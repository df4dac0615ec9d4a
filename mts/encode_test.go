package mts

import (
	"bytes"
	"errors"
	"math"
	"testing"
)

// equal440 is every key at its own equal-tempered pitch at A4 = 440 Hz: the
// words kk 00 00 (MTS frequency data format).
func equal440() *Keys {
	var k Keys
	for i := range k {
		k[i] = Word(i) << 14
	}
	return &k
}

func dataBytesOnly(t *testing.T, m []byte) {
	t.Helper()
	for i, b := range m[1 : len(m)-1] {
		if b >= 0x80 {
			t.Fatalf("byte %d is 0x%02X, not a data byte", i+1, b)
		}
	}
}

// Real-time single-note tuning change: F0 7F <device> 08 02 <program>
// <count> [<key> xx yy zz]… F7 (MMA, MIDI Tuning Standard). The count is one
// data byte, so 128 keys take two messages.
func TestSingleNoteChangesFollowTheLayout(t *testing.T) {
	keys := equal440()
	keys[61] = FromHz(275) // a ¼-comma C♯4 at A4 = 440
	msgs := SingleNoteChanges(AllDevices, 5, keys)
	if len(msgs) != 2 {
		t.Fatalf("%d messages, want 2", len(msgs))
	}
	next := 0
	for _, m := range msgs {
		dataBytesOnly(t, m)
		if !bytes.Equal(m[:6], []byte{0xF0, 0x7F, 0x7F, 0x08, 0x02, 5}) || m[len(m)-1] != 0xF7 {
			t.Fatalf("header % X … % X", m[:6], m[len(m)-1])
		}
		count := int(m[6])
		if len(m) != 7+4*count+1 {
			t.Fatalf("count %d, but %d bytes", count, len(m))
		}
		for i := 0; i < count; i++ {
			e := m[7+4*i : 11+4*i]
			if int(e[0]) != next {
				t.Fatalf("key %d where %d comes next", e[0], next)
			}
			if w, _ := wordOf(e[1:]); w != keys[next] {
				t.Errorf("key %d: % X, want % X", next, e[1:], keys[next].Bytes())
			}
			next++
		}
	}
	if next != 128 {
		t.Errorf("%d keys, want 128", next)
	}
}

// Bulk tuning dump: F0 7E <device> 08 01 <program> <name, 16 ASCII>
// [xx yy zz]×128 <checksum> F7; the checksum is the exclusive-or of 7E, the
// device ID, 08, 01, the program, the name and the data, in seven bits (MMA,
// MIDI Tuning Standard).
func TestBulkDumpFollowsTheLayoutAndChecksum(t *testing.T) {
	// Worked by hand from the definition: with every key at kk 00 00 the data
	// XOR to 0 (0 … 127), sixteen spaces XOR to 0, and 7E ^ 7F ^ 08 ^ 01 ^ 00
	// is 08.
	m := BulkDump(AllDevices, 0, "", equal440())
	if len(m) != 408 {
		t.Fatalf("%d bytes, want 408", len(m))
	}
	if got := m[406]; got != 0x08 {
		t.Errorf("checksum 0x%02X, worked by hand 0x08", got)
	}
	keys := equal440()
	keys[66] = FromHz(367.8) // F♯4 a comma-ish lower
	m = BulkDump(0x10, 3, "G min ¼-comma", keys)
	dataBytesOnly(t, m)
	if !bytes.Equal(m[:6], []byte{0xF0, 0x7E, 0x10, 0x08, 0x01, 3}) || m[407] != 0xF7 {
		t.Fatalf("frame % X … % X", m[:6], m[407])
	}
	if name := string(m[6:22]); name != "G min ??-comma  " {
		t.Errorf("name %q: not ASCII becomes '?', padded with spaces to 16", name)
	}
	sum := byte(0x7E) ^ 0x10 ^ 0x08 ^ 0x01 ^ 3
	for _, b := range m[6:406] { // name and data
		sum ^= b
	}
	if m[406] != sum&0x7F {
		t.Errorf("checksum 0x%02X, the standard's definition gives 0x%02X", m[406], sum&0x7F)
	}
	if got := [3]byte(m[22+3*66 : 22+3*67]); got != keys[66].Bytes() {
		t.Errorf("key 66: % X", got)
	}
}

// Scale/octave tuning, 2-byte form: F0 7E <device> 08 09 ff gg hh [ss tt]×12
// F7; ff gg hh are channels 15–16, 8–14 and 1–7; each offset is 14 bits with
// 00 00 = −100 ¢, 40 00 = equal temperament, 7F 7F = +100 ¢ (MMA, MIDI
// Tuning Scale/Octave Extensions, CA-021).
func TestScaleOctaveTwoByteFollowsTheLayout(t *testing.T) {
	off := [12]float64{0, -100, 100, 50, -50, 100.0 / 8192, 10.265, 0, 0, 0, 0, -13.686}
	m, err := ScaleOctave2(AllDevices, AllChannels, off)
	if err != nil {
		t.Fatal(err)
	}
	dataBytesOnly(t, m)
	if !bytes.Equal(m[:8], []byte{0xF0, 0x7E, 0x7F, 0x08, 0x09, 0x03, 0x7F, 0x7F}) || len(m) != 33 || m[32] != 0xF7 {
		t.Fatalf("frame % X (%d bytes)", m[:8], len(m))
	}
	for i, want := range [][2]byte{{0x40, 0x00}, {0x00, 0x00}, {0x7F, 0x7F}, {0x60, 0x00}, {0x20, 0x00}, {0x40, 0x01}} {
		if got := [2]byte{m[8+2*i], m[9+2*i]}; got != want {
			t.Errorf("offset %g ¢ → % X, want % X", off[i], got, want)
		}
	}
	if m, _ := ScaleOctave2(0, 1|1<<7|1<<15, off); !bytes.Equal(m[5:8], []byte{0x02, 0x01, 0x01}) {
		t.Errorf("channels 1, 8, 16 → % X, want 02 01 01", m[5:8])
	}
	// A4 = 415 Hz is 101.3 ¢ below 440: beyond the form.
	off[9] = 1200 * math.Log2(415.0/440)
	off[2] = -100.5
	_, err = ScaleOctave2(AllDevices, AllChannels, off)
	var re *RangeError
	if !errors.As(err, &re) || re.PitchClass != 9 {
		t.Errorf("got %v, want a RangeError naming pitch class 9 (A), the farthest", err)
	}
}

// What the encoders write, Decode reads back.
func TestDecodeReadsWhatIsWritten(t *testing.T) {
	keys := equal440()
	keys[0], keys[127] = 0, MaxWord
	keys[70] = FromHz(470.79)
	var stream []byte
	for _, m := range SingleNoteChanges(AllDevices, 0, keys) {
		stream = append(stream, m...)
	}
	stream = append(stream, BulkDump(AllDevices, 9, "organ", keys)...)
	oct, _ := ScaleOctave2(AllDevices, AllChannels, [12]float64{0: 10.265, 11: -6.843})
	stream = append(stream, oct...)
	msgs, err := Split(stream)
	if err != nil || len(msgs) != 4 {
		t.Fatalf("Split: %d messages, %v", len(msgs), err)
	}
	seen := map[int]Word{}
	for _, raw := range msgs {
		m, err := Decode(raw)
		if err != nil {
			t.Fatal(err)
		}
		switch m.Kind {
		case KindSingleNote:
			for _, k := range m.Keys {
				seen[k.Key] = k.Word
			}
		case KindBulkDump:
			if m.Program != 9 || m.Name != "organ           " || len(m.Keys) != 128 || m.Keys[70].Word != keys[70] {
				t.Errorf("bulk dump read back as program %d, name %q, %d keys", m.Program, m.Name, len(m.Keys))
			}
		case KindScaleOctave:
			if m.Channels != AllChannels || math.Abs(m.Offsets[0]-10.265) > 100.0/8192/2 || math.Abs(m.Offsets[11]+6.843) > 100.0/8192/2 {
				t.Errorf("scale/octave read back as channels %016b, offsets %v", m.Channels, m.Offsets)
			}
		}
	}
	for k, w := range keys {
		if seen[k] != w {
			t.Errorf("key %d: single-note change read back % X, want % X", k, seen[k].Bytes(), w.Bytes())
		}
	}
	bad := BulkDump(AllDevices, 0, "", keys)
	bad[406] ^= 1
	if _, err := Decode(bad); err == nil {
		t.Error("a bulk dump with a wrong checksum was accepted")
	}
}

WHAT YOU NEED TO DO —
Looking at the entries above, say how many lines contain the word "append". Nothing but the number is needed.

EXERCISE RESPONSE —
3